_TASK PROMPT_
Consider the material that follows. How many of its lines contain "from"? Reply with the number alone.

»»

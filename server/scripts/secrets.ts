import { randomBytes } from 'node:crypto';
import { chmodSync, existsSync, mkdirSync, readFileSync, writeFileSync } from 'node:fs';
import { join } from 'node:path';
import * as z from 'zod';

const secretsSchema = z.object({
  migratePassword: z.string().regex(/^[0-9a-f]{48}$/),
  appPassword: z.string().regex(/^[0-9a-f]{48}$/),
  sessionSecret: z.string().min(32),
});
/** Made once for an installation and kept with its data. The passwords are plain hex, so they need no quoting in SQL. */
export type Secrets = z.output<typeof secretsSchema>;

/**
 * Reads the secrets of a data folder, or makes them. Only the owner may read the file.
 *
 * @throws Error when the file is there but cannot be understood; it is never overwritten.
 */
export function secretsOf(dataFolder: string): Secrets {
  const file = join(dataFolder, 'secrets.json');
  if (existsSync(file)) {
    try {
      return secretsSchema.parse(JSON.parse(readFileSync(file, 'utf8')));
    } catch {
      throw new Error(
        `${file} is damaged. Delete it to have new passwords made; everybody then has to sign in again, nothing else is lost.`,
      );
    }
  }
  const secrets: Secrets = {
    migratePassword: randomBytes(24).toString('hex'),
    appPassword: randomBytes(24).toString('hex'),
    sessionSecret: randomBytes(32).toString('hex'),
  };
  mkdirSync(dataFolder, { recursive: true, mode: 0o700 });
  chmodSync(dataFolder, 0o700);
  writeFileSync(file, `${JSON.stringify(secrets, null, 2)}\n`, { mode: 0o600 });
  return secrets;
}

««

_EXERCISE OUTPUT_
4